Splunk versions being used:
Splunk Server 1 = Version 8.2.7
Splunk Server 2 = Version 8.1.1
Background:
I created a service which monitors different folders for incoming data. When a user places new data into one of the folders, Splunk SPL creates a tailored message for the Virtual Machine (VM) to move the data. If message is received by VM, the VM sends the data through a TCP port to another service which verifies the data. If verified, the data will go straight to the Splunk servers via TCP/IP.
Issue:
When I updated one of the servers, my whole data transfer process described above stopped working. My services cannot communicate with the VM anymore.
Error Generated in Splunk Logs:
1. "It seems the Splunk default certificates are being used.
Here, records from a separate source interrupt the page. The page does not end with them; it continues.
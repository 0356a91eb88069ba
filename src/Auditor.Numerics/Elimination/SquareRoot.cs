using Auditor.Numerics.Factor;

namespace Auditor.Numerics.Elimination;

/// <summary>
/// A sum of squares as a quadratic form of the response's k coordinates t, held by its k x k upper triangle S: t'N t = |S t|². Held so, it is never
/// negative and keeps its digits where t'N t would cancel.
/// </summary>
internal sealed class SquareRoot
{
    private readonly double[] _rows;
    private readonly int _k;

    private SquareRoot(double[] rows, int k) => (_rows, _k) = (rows, k);

    /// <summary>The sum of squares of the given rows of the last k columns of a matrix.</summary>
    public static SquareRoot Of(ColumnMatrix matrix, int k, int firstRow, int rows)
    {
        var part = new ColumnMatrix(Math.Max(rows, 1), k);
        for (var c = 0; c < k && rows > 0; c++)
        {
            matrix.Column(matrix.Columns - k + c).Slice(firstRow, rows).CopyTo(part.Column(c));
        }

        for (var c = 0; c < Math.Min(k, part.Rows); c++)
        {
            Householder.Reflect(part, c, c, Later[(c + 1)..k]);
        }

        return new SquareRoot(RowByRow(part, k), k);
    }

    private static ReadOnlySpan<int> Later => [0, 1, 2, 3];

    public double At(ReadOnlySpan<double> t)
    {
        var (sum, at) = (0.0, 0);
        for (var row = 0; row < _k; row++)
        {
            var value = 0.0;
            for (var c = row; c < _k; c++)
            {
                value += _rows[at++] * t[c];
            }

            sum += value * value;
        }

        return sum;
    }

    private static double[] RowByRow(ColumnMatrix part, int k)
    {
        var rows = new double[k * (k + 1) / 2];
        var at = 0;
        for (var row = 0; row < k; row++)
        {
            for (var c = row; c < k; c++)
            {
                rows[at++] = row < part.Rows ? part[row, c] : 0;
            }
        }

        return rows;
    }
}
If certificate validation is turned on using the default certificated (not recommended), results in loss of communication in mixed-version Splunk upgrades."
2. "Splunk's properly implemented crypto code resulted in the ciphertext being rejected instead of decrypted when AAD validation failed."
Summary of Question:
Since two different versions of Splunk are running, is it affecting the Splunk SPL ability to send a message to the VM/why my VM is not communicating/working anymore?
Thank you.
Open a support case.
Okay, thank you!!!
Update on Error: My TCP is unable to connect to the other computer
"Error TcpOutFd - Connection to host failed, host refused it.